Every line of the entries below that mentions "modifiedFromId" is to be copied out.

[Records from a data source]
•••
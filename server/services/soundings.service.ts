import { createHash } from 'node:crypto';
import { and, asc, count, desc, eq, gte, ilike, isNotNull, isNull, lte, or, sql, type SQL } from 'drizzle-orm';
import {
  analyzeSounding,
  ENGINE_VERSION,
  keyFiguresFromAnalysis,
  validateSounding,
  type ParsedSounding,
  type SoundingAnalysis,
  type SoundingIssue,
  type SoundingLevel,
} from '../../shared/sounding';
import type {
  SaveModifiedSoundingInput,
  SoundingList,
  SoundingListQuery,
  SoundingSummary,
  UpdateSoundingMetadataInput,
  UploadResponse,
  UploadResult,
} from '../../shared/contracts/soundings';
import { appError, type AppError } from '../../shared/errors';
import { err, ok, type Result } from '../../shared/result';
import type { Actor } from '../auth/require-role';
import type { Database, DatabaseOrTransaction } from '../db/client';
import { soundings, users } from '../db/schema';
import { runSoundingTask, SOUNDING_TASK_BUDGET_MS } from '../workers/sounding-pool';
import type { SoundingTask } from '../workers/sounding-analysis.worker';
import { findOffice } from './office.service';

type SoundingRow = typeof soundings.$inferSelect;

/** The figures the library, map and evidence panel show, read from a full analysis. */
export const keyFigures = keyFiguresFromAnalysis;

function storedAnalysis(row: SoundingRow): SoundingAnalysis | null {
  return row.analysis && row.engineVersion === ENGINE_VERSION ? row.analysis : null;
}

function toSummary(row: SoundingRow, uploaderName: string | null): SoundingSummary {
  return {
    id: row.id,
    stationId: row.stationId,
    stationName: row.stationName,
    latitude: row.latitude,
    longitude: row.longitude,
    elevationM: row.elevationM,
    validTime: row.validTime ? row.validTime.toISOString() : null,
    source: row.source,
    modifiedFromId: row.modifiedFromId,
    modificationName: row.modificationName,
    uploadedBy: row.uploadedBy,
    uploadedByName: uploaderName,
    createdAt: row.createdAt.toISOString(),
    figures: keyFigures(storedAnalysis(row)),
  };
}

async function officeId(db: Database): Promise<string> {
  const office = await findOffice(db);
  if (!office) throw new Error('no office row: ensureOffice() runs at start-up');
  return office.id;
}

/** The metadata a sounding still needs before it counts as evidence. */
export function missingForEvidence(metadata: Pick<ParsedSounding['metadata'], 'station' | 'latitude' | 'longitude' | 'validTime'>): UploadResult['missingForEvidence'] {
  const missing: UploadResult['missingForEvidence'] = [];
  if (metadata.station === '') missing.push('station');
  if (metadata.latitude === null) missing.push('latitude');
  if (metadata.longitude === null) missing.push('longitude');
  if (metadata.validTime === null) missing.push('validTime');
  return missing;
}

/** SHA-256 of a sounding's parsed metadata and levels: identical content, identical hash. */
export function soundingContentHash(parsed: ParsedSounding): string {
  return createHash('sha256').update(JSON.stringify({ metadata: parsed.metadata, levels: parsed.levels })).digest('hex');
}

/** The analysis's quality flags as warnings of an upload result. */
function flagIssues(analysis: SoundingAnalysis): SoundingIssue[] {
  return analysis.flags.map((flag) => ({ severity: 'warning', code: flag.code, message: flag.message }));
}

/** Stores one validated sounding with its analysis in one insert (all or nothing). */
async function storeSounding(db: DatabaseOrTransaction, office: string, actor: Actor | null, parsed: ParsedSounding, fileName: string | null, extra: Partial<typeof soundings.$inferInsert> = {}, analysis = analyzeSounding(parsed.levels, { latitude: parsed.metadata.latitude })) {
  const [row] = await db
    .insert(soundings)
    .values({
      officeId: office,
      stationId: parsed.metadata.station,
      stationName: parsed.metadata.name,
      latitude: parsed.metadata.latitude,
      longitude: parsed.metadata.longitude,
      elevationM: parsed.metadata.elevationM,
      validTime: parsed.metadata.validTime === null ? null : new Date(parsed.metadata.validTime),
      source: parsed.metadata.source,
      fileName,
      levels: parsed.levels,
      warnings: parsed.warnings,
      analysis: analysis,
      engineVersion: ENGINE_VERSION,
      uploadedBy: actor?.userId ?? null,
      ...extra,
    })
    .returning({ id: soundings.id });
  if (!row) throw new Error('insert returned no row');
  return row.id;
}

function summarise(results: UploadResult[]): UploadResponse {
  const rejected = results.filter((r) => r.status === 'rejected').length;
  const duplicates = results.filter((r) => r.status === 'duplicate').length;
  return { results, accepted: results.length - rejected - duplicates, duplicates, rejected };
}

const rejected = (fileName: string, issues: SoundingIssue[]): UploadResult => ({ fileName, status: 'rejected', soundingId: null, issues, missingForEvidence: [] });

/**
 * One sounding of a batch, on its own: analysed in the worker pool within the time budget,
 * then stored in its own transaction, or recognised as a duplicate of stored content. Any
 * failure becomes this file's rejected result; it never touches the other files.
 */
async function receiveOne(db: Database, office: string, actor: Actor | null, name: string, task: SoundingTask, budgetMs: number): Promise<UploadResult> {
  const outcome = await runSoundingTask(task, budgetMs);
  if (!outcome.ok) {
    if ('timedOut' in outcome) {
      return rejected(name, [{ severity: 'error', code: 'ANALYSIS_TIME_EXCEEDED', message: `${name}: the analysis took longer than ${budgetMs} ms, the limit per file. Thin the levels and upload again.` }]);
    }
    return rejected(name, outcome.issues);
  }
  const { parsed, analysis } = outcome;
  const fileName = task.kind === 'csv' ? task.fileName : null;
  const label = task.kind === 'csv' ? name : parsed.metadata.station && parsed.metadata.validTime ? `${parsed.metadata.station} ${parsed.metadata.validTime}` : name;
  const hash = soundingContentHash(parsed);
  const issues = [...parsed.warnings, ...flagIssues(analysis)];
  const missing = missingForEvidence(parsed.metadata);
  for (const field of missing) {
    issues.push({ severity: 'warning', code: 'NOT_YET_EVIDENCE', message: `${label}: no ${field === 'validTime' ? 'valid time' : field}; the sounding is kept in the library but stays out of evidence until an author fills it in.`, column: field });
  }
  const existing = async (): Promise<string | null> => {
    const [row] = await db.select({ id: soundings.id }).from(soundings).where(and(eq(soundings.officeId, office), eq(soundings.contentHash, hash), isNull(soundings.modifiedFromId)));
    return row?.id ?? null;
  };
  const duplicate = (id: string): UploadResult => ({
    fileName: label,
    status: 'duplicate',
    soundingId: id,
    issues: [{ severity: 'warning', code: 'DUPLICATE_SOUNDING', message: `${label}: the same sounding (same station, valid time and levels) is already in the library; nothing new was stored.` }],
    missingForEvidence: missing,
  });
  const already = await existing();
  if (already) return duplicate(already);
  try {
    const id = await db.transaction((tx) => storeSounding(tx, office, actor, parsed, fileName, { contentHash: hash }, analysis));
    return { fileName: label, status: issues.length ? 'accepted-with-warnings' : 'accepted', soundingId: id, issues, missingForEvidence: missing };
  } catch {
    // A concurrent upload of the same content won the unique index: report the duplicate.
    const raced = await existing();
    if (raced) return duplicate(raced);
    return rejected(label, [{ severity: 'error', code: 'NOT_STORED', message: `${label}: the sounding could not be stored (the database refused a value; check the metadata lines for unusual characters). Nothing of this file was kept; the other files are not affected.` }]);
  }
}

/**
 * Takes a batch of exchange-CSV files. Each file is parsed and analysed in the worker pool and
 * stored in its own transaction: a rejected file stores nothing and never stops the others; a
 * re-sent file is a duplicate, so a batch can be retried safely.
 */
export async function uploadSoundingFiles(db: Database, actor: Actor, files: { name: string; content: Buffer }[], budgetMs = SOUNDING_TASK_BUDGET_MS): Promise<Result<UploadResponse, AppError>> {
  if (files.length === 0) return err(appError('VALIDATION_FAILED', 'Choose at least one CSV file to upload.', { issues: [{ path: 'files', message: 'No files were sent.' }] }));
  const office = await officeId(db);
  const results: UploadResult[] = [];
  for (const file of files) {
    results.push(await receiveOne(db, office, actor, file.name, { kind: 'csv', fileName: file.name, text: file.content.toString('utf8') }, budgetMs));
  }
  return ok(summarise(results));
}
•••
§ **Exercise response**:
    modifiedFromId: row.modifiedFromId,
    const [row] = await db.select({ id: soundings.id }).from(soundings).where(and(eq(soundings.officeId, office), eq(soundings.contentHash, hash), isNull(soundings.modifiedFromId)));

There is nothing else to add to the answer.